BEGIN

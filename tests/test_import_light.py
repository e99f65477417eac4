"""``import euphotic`` and ``import euphotic.cli`` stay light: the heavy libraries are
imported only on the paths that use them (checked in a fresh interpreter's sys.modules)."""

from __future__ import annotations

import json
import os
import subprocess
import sys
from pathlib import Path

import numpy as np
import pytest

SRC = str(Path(__file__).resolve().parents[1] / "src")
#: Deferred to the code that needs them: dask arrays (model application on dask inputs),
#: numba (compiled loops, built on first use), pint and its registry (unit conversion).
DEFERRED = ("dask.array", "numba", "numbagg", "pint", "cf_xarray.units", "matplotlib",
            "distributed")


@pytest.mark.parametrize("module", ["euphotic", "euphotic.cli"])
def test_import_does_not_load_heavy_libraries(module):
    code = (f"import json, sys; import {module}; "
            f"print(json.dumps([m for m in {list(DEFERRED)!r} if m in sys.modules]))")
    env = {**os.environ, "PYTHONPATH": SRC + os.pathsep + os.environ.get("PYTHONPATH", "")}
    res = subprocess.run([sys.executable, "-c", code], capture_output=True, text=True,
                         env=env, check=True)
    assert json.loads(res.stdout.strip().splitlines()[-1]) == []


def test_units_and_models_still_work_after_a_light_import():
    """The deferred pieces load when used: a unit conversion (1 W m-2 of daylight PAR is
    4.57 umol m-2 s-1, McCree 1972) and ``from euphotic.units import ureg``."""
    from euphotic import units
    from euphotic.units import ureg

    factor, kind = units.par_factors("W m-2")
    assert kind == "energy"
    assert factor == pytest.approx(4.57e-6 * 86400.0)
    assert ureg.Quantity(1.0, "degrees_C").to("K").magnitude == pytest.approx(274.15)
    with pytest.raises(AttributeError):
        units.no_such_thing  # noqa: B018


def test_citations_are_kept_between_runs_and_equal_the_rendered_text(tmp_path, monkeypatch):
    """The stored citation lines are those pybtex renders from references.bib (the reference
    path, :func:`euphotic.models.citation`); a damaged store is rendered again."""
    from euphotic import models

    monkeypatch.setenv("EUPHOTIC_CACHE_DIR", str(tmp_path))
    monkeypatch.setattr(models._Citations, "_cache", {})
    want = models.citation("vgpm")
    assert models.CITATIONS["vgpm"] == want
    stores = list(tmp_path.glob("citations_*.json"))
    assert len(stores) == 1
    assert json.loads(stores[0].read_text()) == {" ".join(models.SPECS["vgpm"].citation_keys): want}
    # read back from the store, with the renderer out of reach
    monkeypatch.setattr(models._Citations, "_cache", {})
    monkeypatch.setattr(models, "citation", lambda name: pytest.fail("rendered again"))
    assert models.CITATIONS["vgpm"] == want
    # a damaged store: rendered again
    stores[0].write_text("{not json")
    monkeypatch.setattr(models._Citations, "_cache", {})
    monkeypatch.setattr(models, "citation", lambda name: "fresh")
    assert models.CITATIONS["vgpm"] == "fresh"


def test_a_local_run_does_not_load_the_cluster_library(tmp_path):
    """A run without a cluster never imports dask.distributed (xarray and dask import it only
    to ask whether a cluster is in use, a quarter of a second at start); its maps are
    written (checked by reading one back with netCDF4-python)."""
    from tests._grids import monthly_case

    cfg = monthly_case(tmp_path, 2)
    code = ("import json, sys; from euphotic.config import load_config; "
            "from euphotic.pipeline import run; "
            f"run(load_config({str(cfg)!r}), progress=False, steps=False); "
            "print(json.dumps('distributed' in sys.modules))")
    env = {**os.environ, "PYTHONPATH": SRC + os.pathsep + os.environ.get("PYTHONPATH", "")}
    res = subprocess.run([sys.executable, "-c", code], capture_output=True, text=True,
                         env=env, cwd=tmp_path)
    assert res.returncode == 0, res.stderr
    assert json.loads(res.stdout.strip().splitlines()[-1]) is False
    import netCDF4

    maps = sorted((tmp_path / "out").glob("npp_vgpm_2023-0*.nc"))
    assert len(maps) == 2
    with netCDF4.Dataset(maps[0]) as nc:
        assert np.isfinite(nc["npp"][:].filled(np.nan)).any()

END

▶ Exercise requirements:
Write out exactly the lines that fall from the line with "# noqa: B018" to the line with "assert len(stores) == 1" in the records above, keeping both ends.

▶ Response area:
        units.no_such_thing  # noqa: B018


def test_citations_are_kept_between_runs_and_equal_the_rendered_text(tmp_path, monkeypatch):
    """The stored citation lines are those pybtex renders from references.bib (the reference
    path, :func:`euphotic.models.citation`); a damaged store is rendered again."""
    from euphotic import models

    monkeypatch.setenv("EUPHOTIC_CACHE_DIR", str(tmp_path))
    monkeypatch.setattr(models._Citations, "_cache", {})
    want = models.citation("vgpm")
    assert models.CITATIONS["vgpm"] == want
    stores = list(tmp_path.glob("citations_*.json"))
    assert len(stores) == 1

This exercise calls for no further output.